He smiled, and seemed about to break into laughter. “That would be every week, would it?”

“Every week.”

“Under the circumstances, sir, I am happy to accept. I must just run and tell Mother.”

The mother returned with him an hour later. She was a weak-legged and somewhat woebegone woman; her shawl had the remains of snuff upon it, and there was a distinct smell of spirits upon her breath. She had difficulty in recovering herself, after climbing the flights of stairs, and I offered her my flask of strong water. She accepted it readily, and gulped down most of its contents before putting her hand upon her son’s head. “He is a good boy,” she said. “He is worth the guinea.”

“Mother-”

“I hear you are a foreign gentleman, sir.”

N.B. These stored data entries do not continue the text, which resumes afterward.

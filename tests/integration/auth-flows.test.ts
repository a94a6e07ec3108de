// Sign-in, rate limiting, password reset and invitations through the real database and the fake
// SMTP server that `npm test` starts (messages land in dev_outbox).
import { sql } from "kysely";
import { beforeAll, describe, expect, it } from "vitest";
import { acceptInviteAction, requestResetAction, resetPasswordAction, signInAction } from "@/app/(auth)/actions";
import { inviteMemberAction } from "@/app/(app)/members/actions";
import { lucia } from "@/lib/auth/lucia";
import { LOGIN_LIMITS } from "@/lib/auth/rate-limit";
import { actAs, currentCookie, runAction, setRequestHeader } from "../support/act-as";
import { resetTables, testDb } from "./support/db";

const form = (o: Record<string, string>) => {
  const f = new FormData();
  for (const [k, v] of Object.entries(o)) f.set(k, v);
  return f;
};

async function latestMailTo(address: string, after: number): Promise<{ subject: string | null; text_body: string | null }> {
  for (let i = 0; i < 50; i++) {
    const row = await testDb().selectFrom("dev_outbox").select(["id", "subject", "text_body"]).where(sql<boolean>`${address} = any(envelope_to)`).where("id", ">", after).orderBy("id", "desc").executeTakeFirst();
    if (row) return row;
    await new Promise((r) => setTimeout(r, 100));
  }
  throw new Error(`no message to ${address} arrived in the outbox`);
}
const lastOutboxId = async () => Number((await testDb().selectFrom("dev_outbox").select(sql<number>`coalesce(max(id), 0)`.as("m")).executeTakeFirstOrThrow()).m);
const tokenIn = (text: string | null, path: string) => new URL(text!.match(new RegExp(`https?://\\S+${path}\\?token=\\S+`))![0]).searchParams.get("token")!;

beforeAll(async () => {
  await resetTables();
  setRequestHeader("x-forwarded-for", "203.0.113.7");
});

describe("signInAction", () => {
  it("signs in with the demo password and sets a session cookie", async () => {
    await actAs("anonymous");
    const r = await runAction(() => signInAction({}, form({ email: "Engineer@Larchmere.example", password: "demo-engineer-pass" })));
    expect(r).toEqual({ redirect: "/projects" });
    const sessionId = currentCookie(lucia.sessionCookieName);
    expect(sessionId).toBeTruthy();
    const { user } = await lucia.validateSession(sessionId!);
    expect(user?.role).toBe("engineer");
  });

  it("refuses a wrong password with one message that does not reveal whether the account exists", async () => {
    await actAs("anonymous");
    const wrong = await runAction(() => signInAction({}, form({ email: "owner@larchmere.example", password: "nope-nope-nope" })));
    const unknown = await runAction(() => signInAction({}, form({ email: "nobody@larchmere.example", password: "nope-nope-nope" })));
    expect(wrong).toEqual({ message: "That e-mail and password do not match an account." });
    expect(unknown).toEqual(wrong);
  });

  it("never redirects off-site after sign-in", async () => {
    await actAs("anonymous");
    const r = await runAction(() => signInAction({}, form({ email: "builder@larchmere.example", password: "demo-builder-pass", next: "//evil.example/x" })));
    expect(r).toEqual({ redirect: "/projects" });
  });

  it(`locks an account after ${LOGIN_LIMITS.perAccount} failures, even with the right password, and records it in PostgreSQL`, async () => {
    await actAs("anonymous");
    for (let i = 0; i < LOGIN_LIMITS.perAccount; i++) await runAction(() => signInAction({}, form({ email: "client2@larchmere.example", password: `wrong-${i}-xxxxx` })));
    const r = (await runAction(() => signInAction({}, form({ email: "client2@larchmere.example", password: "demo-client2-pass" })))) as { message: string };
    expect(r.message).toMatch(/Too many failed sign-ins/);
    const failures = await testDb().selectFrom("login_attempts").select(testDb().fn.countAll().as("n")).where("key", "=", "account:client2@larchmere.example").where("succeeded", "=", false).executeTakeFirstOrThrow();
    expect(Number(failures.n)).toBe(LOGIN_LIMITS.perAccount);
  });

  it("answers missing fields with field messages", async () => {
    const r = await runAction(() => signInAction({}, form({ email: "", password: "" })));
    expect((r as { fields: Record<string, string[]> }).fields.email?.[0]).toMatch(/e-mail/);
  });
});

describe("password reset by e-mailed link", () => {
  it("e-mails a one-time link that sets a new password and ends old sessions", async () => {
    await actAs("client");
    const oldSession = currentCookie(lucia.sessionCookieName)!;
    await actAs("anonymous");
    const after = await lastOutboxId();
    const r = await requestResetAction({}, form({ email: "client@larchmere.example" }));
    expect(r.done).toBe(true);
    const mail = await latestMailTo("client@larchmere.example", after);
    expect(mail.subject).toBe("Reset your Eigenroom password");
    const token = tokenIn(mail.text_body, "/reset-password");

    const short = await runAction(() => resetPasswordAction({}, form({ token, password: "short", confirm: "short" })));
    expect((short as { fields: Record<string, string[]> }).fields.password?.[0]).toMatch(/10 characters/);

    const done = await runAction(() => resetPasswordAction({}, form({ token, password: "a-brand-new-pass", confirm: "a-brand-new-pass" })));
    expect(done).toEqual({ redirect: "/projects" });
    expect((await lucia.validateSession(oldSession)).session).toBeNull();

    const again = await runAction(() => resetPasswordAction({}, form({ token, password: "another-new-pass", confirm: "another-new-pass" })));
    expect((again as { message: string }).message).toMatch(/expired or was already used/);

    await actAs("anonymous");
    expect(await runAction(() => signInAction({}, form({ email: "client@larchmere.example", password: "a-brand-new-pass" })))).toEqual({ redirect: "/projects" });
  });

  it("says the same thing for an unknown address and sends nothing", async () => {
    const after = await lastOutboxId();
    const r = await requestResetAction({}, form({ email: "nobody@larchmere.example" }));
    expect(r.done).toBe(true);
    await new Promise((res) => setTimeout(res, 300));
    expect(await lastOutboxId()).toBe(after);
  });
});

describe("invitations", () => {
  it("an owner's invitation e-mails a link that sets the password and signs the person in with their role", async () => {
    await actAs("owner");
    const after = await lastOutboxId();
    const invited = await inviteMemberAction({ email: "new.engineer@invented.example", name: "Mira Castell", role: "engineer" });
    expect(invited.ok).toBe(true);
    const mail = await latestMailTo("new.engineer@invented.example", after);
    expect(mail.subject).toContain("invites you to Eigenroom");
    const token = tokenIn(mail.text_body, "/accept-invite");
    await actAs("anonymous");
    const r = await runAction(() => acceptInviteAction({}, form({ token, password: "mira-sets-this-1", confirm: "mira-sets-this-1" })));
    expect(r).toEqual({ redirect: "/projects" });
    const { user } = await lucia.validateSession(currentCookie(lucia.sessionCookieName)!);
    expect(user).toMatchObject({ email: "new.engineer@invented.example", role: "engineer" });
  });

  it("refuses to invite an address that already has an account", async () => {
    await actAs("owner");
    const r = await inviteMemberAction({ email: "engineer@larchmere.example", name: "Dup", role: "builder" });
    expect(r).toMatchObject({ ok: false, code: "conflict" });
  });
});
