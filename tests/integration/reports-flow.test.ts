// The report flow on the demo room, on the real test database and the fake SMTP server: draft,
// issue (render + sign), independent signature check, the public check (valid / tampered /
// unknown), e-mail with link and attachment, supersede, approval, questions and the audit log.
import { execFileSync } from "node:child_process";
import fs from "node:fs";
import os from "node:os";
import path from "node:path";
import { beforeAll, describe, expect, it } from "vitest";
import * as commentsRoute from "@/app/api/v1/reports/[reportId]/comments/route";
import * as eventsRoute from "@/app/api/v1/reports/[reportId]/events/route";
import * as reportRoute from "@/app/api/v1/reports/[reportId]/route";
import * as approveRoute from "@/app/api/v1/reports/revisions/[revisionId]/approve/route";
import * as issueRoute from "@/app/api/v1/reports/revisions/[revisionId]/issue/route";
import * as sendRoute from "@/app/api/v1/reports/revisions/[revisionId]/send/route";
import * as reportsRoute from "@/app/api/v1/reports/route";
import * as verifyRoute from "@/app/api/v1/verify/route";
import { compareScenarios } from "@/db/queries/scenarios";
import { bandLabel, fixed } from "@/lib/report";
import { checkPdfSignature, sha256Hex } from "@/lib/signing";
import { actAs, callRoute, userIdOf } from "../support/act-as";
import { demoIds, getPdf, lastOutboxId, waitForMail } from "./reports-support";
import { resetTables, testDb } from "./support/db";

let ids: Awaited<ReturnType<typeof demoIds>>;
let reportId = "";
let rev1 = "";
let rev2 = "";
let pdf1: Buffer = Buffer.alloc(0);

async function verifyBytes(bytes: Buffer) {
  const form = new FormData();
  form.set("file", new Blob([new Uint8Array(bytes)], { type: "application/pdf" }), "report.pdf");
  const res = await verifyRoute.POST(new Request("http://eigenroom.test/api/v1/verify", { method: "POST", body: form }));
  return { status: res.status, json: await res.json() };
}
async function verifyJson(body: unknown) {
  const res = await verifyRoute.POST(new Request("http://eigenroom.test/api/v1/verify", { method: "POST", headers: { "content-type": "application/json" }, body: JSON.stringify(body) }));
  return { status: res.status, json: await res.json() };
}
const text = (pdf: Buffer) => {
  const f = path.join(fs.mkdtempSync(path.join(os.tmpdir(), "er-it-")), "r.pdf");
  fs.writeFileSync(f, pdf);
  return execFileSync("pdftotext", ["-layout", f, "-"], { encoding: "utf8" }).replace(/[\u00a0\u202f]/g, " ").replace(/\s+/g, " ");
};

beforeAll(async () => {
  await resetTables();
  ids = await demoIds();
  expect(ids.scenarios.length).toBeGreaterThanOrEqual(2);
});

describe("report flow on the demo room", () => {
  it("an engineer saves a draft: the report gets its number; the client sees nothing of it", async () => {
    await actAs("engineer");
    const treated = ids.scenarios.filter((s) => !s.is_baseline).map((s) => s.id);
    const res = await callRoute(reportsRoute.POST, { body: { roomId: ids.roomId, scenarioIds: treated, paperSize: "A4" } });
    expect(res.status).toBe(201);
    expect(res.json.revision.status).toBe("draft");
    expect(res.json.revision.revision).toBe(1);
    rev1 = res.json.revision.id;
    reportId = res.json.revision.reportId;
    const report = await testDb().selectFrom("reports").select("number").where("id", "=", reportId).executeTakeFirstOrThrow();
    expect(report.number).toMatch(/^ER-\d{4}-0001$/);

    await actAs("client");
    expect((await callRoute(reportsRoute.GET as never, {})).status).toBe(400); // no projectId
    const list = await reportsRoute.GET(new Request(`http://eigenroom.test/api/v1/reports?projectId=${ids.projectId}`), { params: Promise.resolve({}) });
    expect((await list.json()).reports).toEqual([]);
    expect((await getPdf(rev1)).status).toBe(404);
    expect((await callRoute(reportRoute.GET, { params: { reportId } })).status).toBe(404);
  });

  it("the draft preview renders for staff, marked as a draft and unsigned", async () => {
    await actAs("engineer");
    const p = await getPdf(rev1);
    expect(p.status).toBe(200);
    expect(p.type).toBe("application/pdf");
    expect(checkPdfSignature(p.bytes).status).toBe("unsigned");
    expect(text(p.bytes)).toMatch(/DRAFT/);
  }, 60_000);

  it("issuing signs the file; the independent check passes; the text holds the screen's figures", async () => {
    await actAs("engineer");
    const res = await callRoute(issueRoute.POST, { params: { revisionId: rev1 }, body: {} });
    expect(res.status).toBe(200);
    expect(res.json.revision.status).toBe("issued");
    expect(res.json.revision.signerName).toBe("Tomas Okafor");
    const row = await testDb().selectFrom("report_revisions").select(["pdf", "sha256", "page_count"]).where("id", "=", rev1).executeTakeFirstOrThrow();
    pdf1 = row.pdf!;
    expect(row.sha256).toBe(sha256Hex(pdf1));
    const check = checkPdfSignature(pdf1);
    expect(check.status).toBe("intact");
    expect(check.status === "intact" && check.signer.fingerprintSha256).toBe(res.json.revision.certificateFingerprint);

    // The same numbers as the comparison screen (compareScenarios → stored lib/analysis results).
    const actor = { userId: await userIdOf("engineer"), firmId: "", role: "engineer" as const, email: "", name: "", unitSystem: "metric" as const };
    actor.firmId = (await testDb().selectFrom("users").select("firm_id").where("id", "=", actor.userId).executeTakeFirstOrThrow()).firm_id;
    const recId = ids.scenarios.filter((s) => !s.is_baseline).at(-1)!.id;
    const [rec] = await compareScenarios(testDb(), actor, ids.roomId, [recId]);
    const t = text(pdf1);
    const rv = rec!.results.reverb!;
    rv.bandsHz.forEach((f, i) => expect(t, `${f} Hz`).toContain(`${bandLabel(f).replace("\u00a0", " ")} ${fixed(rv.untreated.eyringS[i]!, 2)} ${fixed(rv.treated.eyringS[i]!, 2)}`));
    const main = rec!.results.lowFrequency?.seats.find((s) => s.isMain);
    if (main) expect(t).toContain(`${fixed(main.spreadDb, 1)} dB`);
    expect(t).toContain(`Page ${row.page_count} of ${row.page_count}`);
  }, 120_000);

  it("an issued revision cannot be changed, not even in SQL", async () => {
    await expect(testDb().updateTable("report_revisions").set({ note: "changed" }).where("id", "=", rev1).execute()).rejects.toThrow(/immutable/);
    await expect(testDb().deleteFrom("report_revisions").where("id", "=", rev1).execute()).rejects.toThrow(/cannot be deleted/);
    await actAs("engineer");
    expect((await callRoute(issueRoute.POST, { params: { revisionId: rev1 }, body: {} })).status).toBe(409);
  });

  it("the public check: the file is valid; one changed byte is tampered; a stranger's file is unknown", async () => {
    await actAs("anonymous");
    const ok = await verifyBytes(pdf1);
    expect(ok.status).toBe(200);
    expect(ok.json.status).toBe("valid");
    expect(ok.json.report.room).toBe(ids.roomName);
    expect(ok.json.report.signer).toBe("Tomas Okafor");
    expect(ok.json.report.superseded).toBe(false);
    const bad = Buffer.from(pdf1);
    const at = Math.floor(bad.length / 3);
    bad[at] = bad[at]! ^ 0x01;
    expect((await verifyBytes(bad)).json.status).toBe("tampered");
    const stranger = Buffer.from("%PDF-1.4\n1 0 obj << >> endobj\ntrailer << >>\n%%EOF\n");
    expect((await verifyBytes(stranger)).json.status).toBe("unknown");
    const number = (await testDb().selectFrom("reports").select("number").where("id", "=", reportId).executeTakeFirstOrThrow()).number;
    expect((await verifyJson({ reportNumber: number, sha256: sha256Hex(pdf1) })).json.status).toBe("valid");
    expect((await verifyJson({ reportNumber: number, sha256: "0".repeat(64) })).json.status).toBe("tampered");
    expect((await verifyJson({ reportNumber: "ER-1999-9999", sha256: "0".repeat(64) })).json.status).toBe("unknown");
    expect((await verifyJson({ reportNumber: "nope", sha256: "x" })).status).toBe(400);
    expect((await verifyBytes(Buffer.from("MZ not a pdf"))).status).toBe(400);
  });

  it("sending e-mails the client a portal link with the signed PDF attached", async () => {
    const after = await lastOutboxId();
    await actAs("engineer");
    const res = await callRoute(sendRoute.POST, { params: { revisionId: rev1 }, body: {} });
    expect(res.status).toBe(200);
    expect(res.json.sent).toMatchObject({ to: "client@larchmere.example", invited: false, attached: true });
    const mail = await waitForMail("client@larchmere.example", after);
    expect(mail.subject).toMatch(/ER-\d{4}-0001, revision 1/);
    expect(mail.text_body).toContain(`/api/v1/reports/portal/${ids.projectId}`);
    expect(mail.html_body).toContain(`/api/v1/reports/portal/${ids.projectId}`);
    expect(mail.attachments).toEqual([expect.objectContaining({ contentType: "application/pdf", filename: expect.stringMatching(/-rev1\.pdf$/), size: pdf1.length })]);
  });

  it("the client downloads the signed file (logged) and approves; a second approval is refused", async () => {
    await actAs("client");
    const p = await getPdf(rev1);
    expect(p.status).toBe(200);
    expect(sha256Hex(p.bytes)).toBe(sha256Hex(pdf1));
    const a = await callRoute(approveRoute.POST, { params: { revisionId: rev1 }, body: { note: "Go ahead" } });
    expect(a.status).toBe(201);
    expect(a.json.approval.userName).toBe("Priya Hollis");
    expect((await callRoute(approveRoute.POST, { params: { revisionId: rev1 }, body: {} })).status).toBe(409);
  });

  it("a question e-mails the engineer; the answer e-mails the client", async () => {
    let after = await lastOutboxId();
    await actAs("client");
    const q = await callRoute(commentsRoute.POST, { params: { reportId }, body: { body: "Can the traps be painted?" } });
    expect(q.status).toBe(201);
    expect(q.json.comment.kind).toBe("question");
    expect((await waitForMail("engineer@larchmere.example", after)).text_body).toContain("Can the traps be painted?");
    after = await lastOutboxId();
    await actAs("engineer");
    const ans = await callRoute(commentsRoute.POST, { params: { reportId }, body: { body: "Yes, with a breathable paint on the fabric frame only." } });
    expect(ans.json.comment.kind).toBe("answer");
    expect((await waitForMail("client@larchmere.example", after)).subject).toMatch(/^Answer on ER-/);
    await actAs("client");
    const thread = await callRoute(commentsRoute.GET, { params: { reportId } });
    expect(thread.json.comments.map((c: { kind: string }) => c.kind)).toEqual(["question", "answer"]);
  });

  it("a new revision supersedes the first, which stays downloadable, marked, and checkable", async () => {
    await actAs("engineer");
    const d = await callRoute(reportsRoute.POST, { body: { roomId: ids.roomId, scenarioIds: [ids.scenarios.at(-1)!.id], paperSize: "LETTER", note: "Letter size for the client's printer." } });
    expect(d.json.revision.revision).toBe(2);
    rev2 = d.json.revision.id;
    expect((await callRoute(issueRoute.POST, { params: { revisionId: rev2 }, body: {} })).status).toBe(200);
    const r = await callRoute(reportRoute.GET, { params: { reportId } });
    expect(r.json.report.revisions.map((v: { revision: number; status: string }) => [v.revision, v.status])).toEqual([
      [2, "issued"],
      [1, "superseded"],
    ]);
    await actAs("client");
    expect((await getPdf(rev1)).status).toBe(200);
    expect((await callRoute(approveRoute.POST, { params: { revisionId: rev1 }, body: {} })).status).toBe(409);
    const v = await verifyBytes(pdf1);
    expect(v.json.status).toBe("valid");
    expect(v.json.report).toMatchObject({ revision: 1, superseded: true, newestRevision: 2 });
  }, 120_000);

  it("the audit log holds every step, with who did it", async () => {
    await actAs("engineer");
    const res = await callRoute(eventsRoute.GET, { params: { reportId } });
    const kinds = res.json.events.map((e: { kind: string }) => e.kind);
    for (const k of ["drafted", "issued", "sent", "downloaded", "approved", "question", "answer", "superseded"]) expect(kinds, k).toContain(k);
    expect(res.json.events.find((e: { kind: string }) => e.kind === "approved").actorName).toBe("Priya Hollis");
    await actAs("client");
    expect((await callRoute(eventsRoute.GET, { params: { reportId } })).status).toBe(403);
  });
});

“Yes. From the land of the Swiss.”

“Is that so? You are handsome enough to be an Englishman, if I may say so.”

“It is very kind of you.”

All the while she was scrutinising my apartments. “Fred,” she said, “you must take care of that hearth. It is rotten in the corner. And those windows need a clean.”

“You are quite right, Mrs.-”

“Shoeberry.” When she smiled at me I could distinctly see that some of her teeth were missing. “You have heard of Mr. Shoeberry and the donkey?”

“Indeed.”

“It was a blow to the neighbourhood, sir. Yet I still do the laundry. That is my profession.”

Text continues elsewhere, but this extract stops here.